Just found a pictorgram which might come in handy.

Its worth noting that if you have a small PVC or camper then you might well come under the N1 'Kamyonet' (van) category depending on how plodd interprets it which attracts some slightly lower limits..

Urban - 50 kph

Outside Urban areas...

Single carriageways - 80 kph
Dual carriageway - 85 kph
Motorways - 95 kph

A lot of the roads are pretty dire out there so doubt you'll be going too fast anyway but worth pointing out.

Pete


----------



## fatwallet (May 18, 2006)

Hi Pete.
we went to Turkey last October for six weeks and toured all over in our Hymer with no trouble at all with the police we enjoyed it very much.

Len


----------



## kenp (Sep 8, 2006)

Details are here:

http://www.go-motorhoming.co.uk/European-speed-limits-for-motorhomes-and-caravans.shtml

Kenp


----------



## peejay (May 10, 2005)

> *kenp wrote :-*Details are here:
> 
> http://www.go-motorhoming.co.uk/European-speed-limits-for-motorhomes-and-caravans.shtml
> 
> Kenp


Ken, the only limit that is correct in your link for Turkey is the urban one @50 kph, the rest are wrong.
No info for dual carriageways either.

Pete


----------



## nicholsong (May 26, 2009)

Pete, have you still got a contact for Don Madge? He should know.

Geoff


----------



## peejay (May 10, 2005)

Those links are reliable Geoff, afaik one is a paste from the Turkish Ministry.

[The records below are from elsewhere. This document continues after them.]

"""Security of the published site (issue 9, item 5).

* Script and markup in every text field of the input (state, chamber, district, party label,
  candidate, a plan's note and source, a load's file name and ``--source``, even the parties'
  display names) render as text on every page, checked in headless Chromium: no dialog opens,
  no injected script runs, no injected element exists, no injected request is made.
* Every CSV download neutralises formula injection in every text column (OWASP "CSV Injection":
  a cell starting with ``=``, ``+``, ``-``, ``@``, tab or carriage return gets a leading quote).
* ``levelfield serve`` listens on 127.0.0.1 only.

The workspace goes through the real pipeline: ``levelfield load`` of invented files, plans,
compute, flags and ``levelfield publish``. All names are invented.
"""

from __future__ import annotations

import csv
import gzip
import json
import os
import random
import re
import socket
import subprocess
import sys
import threading
from pathlib import Path

import pytest
from click.testing import CliRunner

from conftest import ENV_VAR, csv_text, long_csv
from monitor.cli import main
from monitor.publish import downloads as D
from monitor.publish.serve import make_server

CHROMIUM = Path("/usr/bin/chromium")
ARGS = ["--no-sandbox", "--disable-gpu", "--disable-background-networking", "--disable-component-update",
        "--disable-sync", "--no-first-run", "--disable-quic"]


def payload(field: str) -> str:
    """Markup that, if it were ever parsed as HTML, would leave a trace: a dialog, a global, an element."""
    mark = f"window.__pwned=(window.__pwned||[]).concat('{field}')"
    return (f"<script>{mark};alert('{field}')</script><img src=pwn-{field}.png data-pwn={field} "
            f"onerror=\"{mark}\"><svg onload=\"{mark}\"></svg>\"'><b data-pwn={field}>{field}</b>")


FIELDS = ["state", "chamber", "district", "party", "candidate", "note", "source", "plan", "file", "load-source",
          "party-name"]
P = {f: payload(f) for f in FIELDS}
P["file"] = "\"'><img src=pwn-file.png data-pwn=file onerror=alert('file')><b data-pwn=file>file<b>"  # no "/"
FORMULAS = {"candidate": '=HYPERLINK("http://example.invalid","x")', "party": "+cmd|' /C calc'!A0",
            "district": "@SUM(1+1)", "state": "-2+3", "note": "=1+2", "load-source": "@import"}

def toml_text(text: str) -> str:
    return json.dumps(text)  # a JSON string is a valid TOML basic string for this text


CONFIG = f"""
[parties.a]
name = {toml_text("Harbour Party " + P["party-name"])}
labels = ["Harbour", {toml_text(P["party"])}]
colour = "#1b7f79"

[parties.b]
name = "Upland League"
labels = ["Upland"]
colour = "#c9861a"
"""


def results(rng: random.Random) -> str:
    states = ["KA", "LU", "MO", P["state"], FORMULAS["state"]]
    rows = []
    for cycle in (2018, 2020, 2022):
        for state in states:
            chambers = ["federal"] + ([P["chamber"]] if state == "KA" else [])
            for chamber in chambers:
                for d in range(1, 9):
                    district = {1: P["district"], 2: FORMULAS["district"]}.get(d, str(d))
                    a_label = P["party"] if d % 3 == 0 else "Harbour"
                    rows.append([cycle, state, chamber, district, a_label,
                                 P["candidate"] if d == 4 else f"Cand A{d}", rng.randint(2000, 9000)])
                    rows.append([cycle, state, chamber, district, "Upland",
                                 FORMULAS["candidate"] if d == 5 else f"Cand B{d}", rng.randint(2000, 9000)])
                    if d == 6:
                        rows.append([cycle, state, chamber, district, FORMULAS["party"], "Minor", 300])
    return long_csv(rows)


@pytest.fixture(scope="module")
def site(tmp_path_factory):
    root = tmp_path_factory.mktemp("site-security") / "ws"
    run = CliRunner()

    def lf(*args):
        result = run.invoke(main, ["-w", str(root), *map(str, args)])
        assert result.exit_code == 0 and "Traceback" not in result.output, result.output
        return result

    lf("init")
    (root / "levelfield.toml").write_text(CONFIG, encoding="utf-8")
    files = root.parent / "files"
    files.mkdir()
    data = files / f"{P['file']}.csv"
    data.write_text(results(random.Random(5)), encoding="utf-8")
    lf("load", data, "--source", P["load-source"])
    extra = files / "extra.csv"
    extra.write_text(long_csv([[2022, "NE", "federal", "AL", "Harbour", "Ode", 10], [2022, "NE", "federal", "AL", "Upland", "Ivo", 9]]),
                     encoding="utf-8")
    lf("load", extra, "--source", FORMULAS["load-source"])
    plans = files / "plans.csv"
    plans.write_text(csv_text(
        ["state", "chamber", "plan_id", "first_cycle", "last_cycle", "drawn_by", "note", "source"],
        [["KA", "federal", P["plan"], 2012, "", "party_a", P["note"], P["source"]],
         ["LU", "federal", "L1", 2012, "", "party_b", FORMULAS["note"], P["source"]],
         [P["state"], "federal", P["plan"], 2012, "", "court", P["note"], P["source"]]]), encoding="utf-8")
    lf("plans", plans)
    lf("compute")
    lf("publish")
    return root / "public"


def html_pages(out: Path) -> list[Path]:
    return sorted(out.rglob("*.html"))


def test_no_page_carries_raw_markup_from_the_data(site):
    pages = html_pages(site)
    assert len(pages) >= 10
    for page in pages:
        text = page.read_text(encoding="utf-8")
        assert "<b data-pwn" not in text and "<img src=pwn" not in text, page
        for field, value in P.items():
            assert value not in text, (page, field)
        assert "<script>window.__pwned" not in text and "<img src=pwn" not in text, page


@pytest.fixture(scope="module")
def served(site):
    server = make_server(site, 0, quiet=True)
    thread = threading.Thread(target=server.serve_forever, daemon=True)
    thread.start()
    yield f"http://127.0.0.1:{server.server_address[1]}/"
    server.shutdown()
    server.server_close()


@pytest.mark.skipif(not CHROMIUM.exists(), reason="needs Debian's chromium at /usr/bin/chromium")
def test_markup_in_every_field_renders_as_text_on_every_page_in_chromium(site, served, tmp_path):
    api = pytest.importorskip("playwright.sync_api")
    pages = [p.relative_to(site).as_posix() for p in html_pages(site)]
    seen_as_text: set[str] = set()
    with api.sync_playwright() as pw:
        context = pw.chromium.launch_persistent_context(str(tmp_path / "profile"), executable_path=str(CHROMIUM),
                                                        headless=True, args=ARGS)
        try:
            page = context.new_page()
            dialogs, requests, errors = [], [], []
            page.on("dialog", lambda d: (dialogs.append(d.message), d.dismiss()))
            page.on("request", lambda r: requests.append(r.url))
            page.on("pageerror", lambda e: errors.append(str(e)))
            for rel in pages:
                page.goto(served + rel)
                page.wait_for_load_state("networkidle")
                page.wait_for_function(
                    "() => [...document.querySelectorAll('.chart-view')].every("
                    "v => v.classList.contains('chart-ready') || v.classList.contains('chart-failed'))",
                    timeout=30_000)
                page.mouse.move(300, 300)  # hover handlers and chart tooltips get their chance
                assert page.evaluate("() => window.__pwned === undefined"), (rel, page.evaluate("window.__pwned"))
                assert page.evaluate("() => document.querySelectorAll('[data-pwn], [onerror], [onload]').length") == 0, rel
                text = page.evaluate("() => document.body.innerText")
                # state codes are stored in upper case (README): compare whatever the case
                seen_as_text |= {f for f in P if f"data-pwn={f}>{f}<".casefold() in text.casefold()}
                assert not dialogs, (rel, dialogs)
                assert not errors, (rel, errors)
        finally:
            context.close()
    assert not [u for u in requests if "pwn-" in u], "an injected image was requested"
    print(f"\nmarkup shown as text on the pages for: {sorted(seen_as_text)}; {len(pages)} pages")
    # the markup is on the pages, as text, for the fields that pages show
    assert {"state", "chamber", "party-name", "note", "source", "plan", "file"} <= seen_as_text, seen_as_text


def test_every_csv_download_neutralises_formulas_in_every_text_column(site):
    package = json.loads((site / "downloads" / "datapackage.json").read_text(encoding="utf-8"))
    checked = 0
    seen = set()
    for resource in package["resources"]:
        if resource.get("format") != "csv":
            continue
        types = {f["name"]: f["type"] for f in resource["schema"]["fields"]}
        path = site / "downloads" / resource["path"]
        opener = gzip.open if resource.get("compression") == "gz" else open  # the large tables (issue 15)
        with opener(path, "rt", newline="", encoding="utf-8") as fh:
            for row in csv.DictReader(fh):
                for name, value in row.items():
                    checked += 1
                    if types[name] == "string":
                        assert not value.startswith(D.FORMULA_START) or D._PLAIN_NUMBER.match(value), \
                            (resource["name"], name, value)
                    else:
                        assert not value.startswith(("=", "@", "\t", "\r")), (resource["name"], name, value)
                    seen |= {f for f, v in FORMULAS.items() if "'" + v in value}
    assert checked > 1000
    assert seen == set(FORMULAS), seen  # every planted formula came through, neutralised


def test_serve_listens_on_127_0_0_1_only(site):
    env = {k: v for k, v in os.environ.items() if k != ENV_VAR}
    proc = subprocess.Popen([sys.executable, "-m", "monitor", "serve", "--port", "0", "--dir", str(site)],
                            stdout=subprocess.PIPE, stderr=subprocess.PIPE, env=env, text=True)
    try:
        line = proc.stdout.readline()
        match = re.search(r"http://127\.0\.0\.1:(\d+)/", line)
        assert match, (line, proc.stderr.read() if proc.poll() is not None else "")
        port = int(match[1])
        with socket.create_connection(("127.0.0.1", port), timeout=5) as conn:
            conn.sendall(b"GET /index.html HTTP/1.0\r\n\r\n")
            assert conn.recv(64).startswith(b"HTTP/1.0 200")
        listening = [ln.split() for name in ("/proc/net/tcp", "/proc/net/tcp6") if Path(name).exists()
                     for ln in Path(name).read_text().splitlines()[1:]]
        ours = [cols[1] for cols in listening if cols[3] == "0A" and int(cols[1].split(":")[1], 16) == port]
        assert ours == ["0100007F:%04X" % port], ours  # 127.0.0.1 (little-endian hex), IPv4 only
        for address in other_addresses():
            with pytest.raises(OSError):
                socket.create_connection((address, port), timeout=2).close()
    finally:
        proc.terminate()
        proc.wait(timeout=30)
    help_text = CliRunner().invoke(main, ["serve", "--help"]).output
    assert "--host" not in help_text and "--bind" not in help_text


def other_addresses() -> list[str]:
    """This machine's non-loopback IPv4 addresses (none in some sandboxes)."""
    out = []
    try:
        with socket.socket(socket.AF_INET, socket.SOCK_DGRAM) as s:
            s.connect(("192.0.2.1", 9))  # TEST-NET-1: no packet is sent for a UDP connect
            address = s.getsockname()[0]
            if not address.startswith("127."):
                out.append(address)
    except OSError:
        pass
    return out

The Vicarious books link is wrong.

No need to contact Don, although I think he would concur as I recall he got pulled for doing about 90kph in an 80 limit in his van a while back. :lol: 

Pete


----------



## Hawcara (Jun 1, 2009)

Hope your're going to do a blog or account Peejay, for those of us who can only dream at the moment of such a wonderful trip. Would be very interested to hear of your travels etc.


----------



## Camdoon (Sep 21, 2012)

Yes, the more info the better as far as I am concerned. Planning to go to Cyprus in the next three years.


----------



## peejay (May 10, 2005)

Sorry, I didn't mention that we've been and come back again. :lol:

We went in 2012 (just after the first post in this thread) but still like to keep abreast of things for the next time, hopefully next year. 

I've never managed to do a proper blog but our trip account and photos have been kindly hosted by Barry & Margaret from the excellent Magbaz website....

http://www.magbaztravels.com/content/view/1341/30/

Pete


----------